**What is needed**
Check every line of the records below for the string "shallowRef" and copy the ones that have it.

╔══

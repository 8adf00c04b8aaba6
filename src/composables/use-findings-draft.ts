import { computed, onBeforeUnmount, onMounted, ref, shallowRef, type Ref } from 'vue'
import { ApiError } from '@/api/client'
import { fetchFindings, saveFindings } from '@/api/findings'
import type { FindingsDocument } from '../../shared/findings/document'
import type { FindingsView } from '../../shared/schemas/findings'
import { dropLocalCopy, keepLocalCopy, readLocalCopy } from './findings-local-copy'
import { useAutosave } from './use-autosave'

export type SaveState = 'loading' | 'saved' | 'pending' | 'saving' | 'failed' | 'conflict'

/** The editor the draft talks to: where its text is read from and written into. */
export interface DraftEditor {
  doc: () => FindingsDocument | null
  replace: (doc: FindingsDocument) => void
}

const POLL_MS = 30_000
const sameDoc = (a: FindingsDocument, b: FindingsDocument) =>
  JSON.stringify(a) === JSON.stringify(b)

/**
 * The findings draft of one case: loads it, saves the editor's text a moment after each change
 * against the version it was written on, keeps the text in this browser until the server has
 * it, and on a conflict keeps both versions side by side so nothing is lost.
 */
export function useFindingsDraft(caseId: Ref<number>, editable: Ref<boolean>, editor: DraftEditor) {
  const view = shallowRef<FindingsView>()
  const version = ref(0)
  const state = ref<SaveState>('loading')
  const problem = ref<string>()
  /** the newer draft someone else saved, while the writer decides */
  const theirs = shallowRef<FindingsView>()
  /** the writer's own text, set aside after taking theirs, until they are done merging */
  const setAside = shallowRef<FindingsDocument>()

  function adopt(fresh: FindingsView): void {
    view.value = fresh
    version.value = fresh.version
  }

  async function load(): Promise<void> {
    const fresh = await fetchFindings(caseId.value)
    adopt(fresh)
    const aside = readLocalCopy(caseId.value, 'set-aside')
    // copies from an earlier visit become this tab's, so this tab may drop them when done
    if (aside) keepLocalCopy(caseId.value, aside.doc, aside.baseVersion, 'set-aside')
    setAside.value = aside?.doc
    const local = editable.value ? readLocalCopy(caseId.value) : null
    if (!local || sameDoc(local.doc, fresh.doc)) {
      // the server has this text already: nothing to keep
      if (local) dropLocalCopy(caseId.value, 'draft', true)
      editor.replace(fresh.doc)
      state.value = 'saved'
      return
    }
    keepLocalCopy(caseId.value, local.doc, local.baseVersion)
    editor.replace(local.doc)
    if (local.baseVersion === fresh.version) {
      state.value = 'pending'
      autosave.schedule()
    } else {
      theirs.value = fresh
      state.value = 'conflict'
    }
  }

  async function save(): Promise<void> {
    const doc = editor.doc()
    if (!doc || state.value === 'conflict' || !editable.value) return
    state.value = 'saving'
    try {
      const saved = await saveFindings(caseId.value, doc, version.value)
      adopt(saved)
      const now = editor.doc()
      if (now && sameDoc(now, doc)) {
        dropLocalCopy(caseId.value)
        state.value = 'saved'
      } else state.value = 'pending'
      problem.value = undefined
    } catch (error) {
      if (error instanceof ApiError && error.code === 'version_conflict') {
        theirs.value = (error.details as { current: FindingsView }).current
        state.value = 'conflict'
      } else {
        state.value = 'failed'
        problem.value = error instanceof Error ? error.message : String(error)
      }
    }
  }

  const autosave = useAutosave(save)

  /** Called on every change of the editor's text. */
  function changed(): void {
    const doc = editor.doc()
    if (!doc || !editable.value) return
    keepLocalCopy(caseId.value, doc, version.value)
    if (state.value === 'conflict') return
    state.value = 'pending'
    autosave.schedule()
  }

  /** Their draft goes into the editor; the writer's text stays beside it, to copy from. */
  function takeTheirs(): void {
    const current = theirs.value
    const mine = editor.doc()
    if (!current || !mine) return
    keepLocalCopy(caseId.value, mine, version.value, 'set-aside')
    setAside.value = mine
    dropLocalCopy(caseId.value)
    adopt(current)
    editor.replace(current.doc)
    theirs.value = undefined
    state.value = 'saved'
  }

  /** The writer chose, knowingly, to save their text over the newer draft. */
  async function keepMine(): Promise<void> {
    const current = theirs.value
    if (!current) return
    version.value = current.version
    theirs.value = undefined
    state.value = 'pending'
    await autosave.flush()
  }

  function doneMerging(): void {
    dropLocalCopy(caseId.value, 'set-aside')
    setAside.value = undefined
  }

  /** Live blocks and flags follow the case while the writer works; an idle copy follows others' saves. */
  async function poll(): Promise<void> {
    if (state.value !== 'saved') return
    const asked = version.value
    const fresh = await fetchFindings(caseId.value).catch(() => undefined)
    // anything saved or typed meanwhile is newer than this answer: leave it be
    if (!fresh || state.value !== 'saved' || version.value !== asked) return
    if (fresh.version < asked) return
    if (fresh.version > asked) editor.replace(fresh.doc)
    adopt(fresh)
  }

  const unsaved = computed(() => ['pending', 'saving', 'failed', 'conflict'].includes(state.value))
  const warnBeforeLeaving = (event: BeforeUnloadEvent) => {
    if (unsaved.value) event.preventDefault()
  }
  let timer: ReturnType<typeof setInterval> | undefined
  onMounted(() => {
    window.addEventListener('beforeunload', warnBeforeLeaving)
    timer = setInterval(() => void poll(), POLL_MS)
  })
  onBeforeUnmount(() => {
    window.removeEventListener('beforeunload', warnBeforeLeaving)
    clearInterval(timer)
    if (unsaved.value && state.value !== 'conflict') void autosave.flush()
  })

  return {
    view,
    version,
    state,
    problem,
    theirs,
    setAside,
    unsaved,
    load,
    changed,
    saveNow: autosave.flush,
    takeTheirs,
    keepMine,
    doneMerging,
    poll,
  }
}

export type FindingsDraft = ReturnType<typeof useFindingsDraft>
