import { computed, shallowRef, watch } from 'vue'
import { getSpecification } from '@/api/specifications'
import { useCaseFileStore } from '@/stores/case-file'
import type { Specification } from '../../shared/schemas/specifications'
import type { CaseMaterial } from '../../shared/specifications/case-conformity'
import { caseMaterialOf } from '../../shared/specifications/case-material'

/** The open case's linked record and band, for judging a preview as the server will. */
export function useCaseMaterial() {
  const caseFile = useCaseFileStore()
  const record = shallowRef<Specification | null>(null)
  watch(
    () => caseFile.detail?.specificationId ?? null,
    async (id) => {
      record.value = id === null ? null : await getSpecification(id)
    },
    { immediate: true },
  )
  return computed<CaseMaterial | null>(() => {
    const detail = caseFile.detail
    if (!detail) return null
    const linked = record.value?.id === detail.specificationId ? record.value : null
    return caseMaterialOf(linked, detail)
  })
}
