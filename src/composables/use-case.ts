import { ref, watch, type Ref } from 'vue'
import { changeCaseStatus, fetchCase, type CaseWithNextStates } from '@/api/cases'
import { ApiError } from '@/api/client'
import type { CaseState } from '../../shared/workflow/case-states'

/**
 * One case for its page. A 404 means "no such case or not yours to see": the page then shows the
 * same not-found content as an unknown address.
 */
export function useCase(id: Ref<number>) {
  const caseFile = ref<CaseWithNextStates>()
  const notFound = ref(false)
  const loading = ref(false)
  const changingStatus = ref(false)

  async function load(): Promise<void> {
    loading.value = true
    notFound.value = false
    try {
      caseFile.value = await fetchCase(id.value)
    } catch (error) {
      caseFile.value = undefined
      if (error instanceof ApiError && error.status === 404) notFound.value = true
      else throw error
    } finally {
      loading.value = false
    }
  }

  async function moveTo(status: CaseState): Promise<void> {
    changingStatus.value = true
    try {
      caseFile.value = await changeCaseStatus(id.value, status)
    } finally {
      changingStatus.value = false
    }
  }

  // A failed load is left unhandled on purpose: the app turns it into a toast.
  watch(
    id,
    () => {
      void load()
    },
    { immediate: true },
  )

  return { caseFile, notFound, loading, changingStatus, load, moveTo }
}
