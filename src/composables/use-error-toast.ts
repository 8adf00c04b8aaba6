import { useToast } from 'primevue/usetoast'
import { onBeforeUnmount, onErrorCaptured, onMounted } from 'vue'
import { ApiError, isSessionProblem } from '@/api/client'

/**
 * API errors nobody handled on the spot (a failed load, a refused action) become a toast, so the
 * person always sees what went wrong. Forms that show field messages catch their own errors.
 * Called once in the root component: it hears errors thrown in components' handlers and
 * watchers, and promises rejected outside them.
 */
export function useErrorToast(): void {
  const toast = useToast()

  function show(error: ApiError): void {
    // The app already answers these by going to sign-in or to the set-password page.
    if (isSessionProblem(error)) return
    toast.add({ severity: 'error', summary: 'Request failed', detail: error.message, life: 6000 })
  }

  const onRejection = (event: PromiseRejectionEvent) => {
    if (!(event.reason instanceof ApiError)) return
    event.preventDefault()
    show(event.reason)
  }
  onErrorCaptured((error) => {
    if (!(error instanceof ApiError)) return
    show(error)
    return false
  })
  onMounted(() => window.addEventListener('unhandledrejection', onRejection))
  onBeforeUnmount(() => window.removeEventListener('unhandledrejection', onRejection))
}
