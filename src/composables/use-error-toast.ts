import { useToast } from 'primevue/usetoast'
import { onBeforeUnmount, onMounted } from 'vue'
import { ApiError } from '@/api/client'

/**
 * API errors nobody handled on the spot (a failed load, a refused action) become a toast, so the
 * person always sees what went wrong. Forms that show field messages catch their own errors.
 */
export function useErrorToast(): void {
  const toast = useToast()
  const onRejection = (event: PromiseRejectionEvent) => {
    if (!(event.reason instanceof ApiError)) return
    event.preventDefault()
    toast.add({
      severity: 'error',
      summary: 'Request failed',
      detail: event.reason.message,
      life: 6000,
    })
  }
  onMounted(() => window.addEventListener('unhandledrejection', onRejection))
  onBeforeUnmount(() => window.removeEventListener('unhandledrejection', onRejection))
}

╚══

**Task result**
import { computed, onBeforeUnmount, onMounted, ref, shallowRef, type Ref } from 'vue'
  const view = shallowRef<FindingsView>()
  const theirs = shallowRef<FindingsView>()
  const setAside = shallowRef<FindingsDocument>()
import { computed, shallowRef, watch } from 'vue'
  const record = shallowRef<Specification | null>(null)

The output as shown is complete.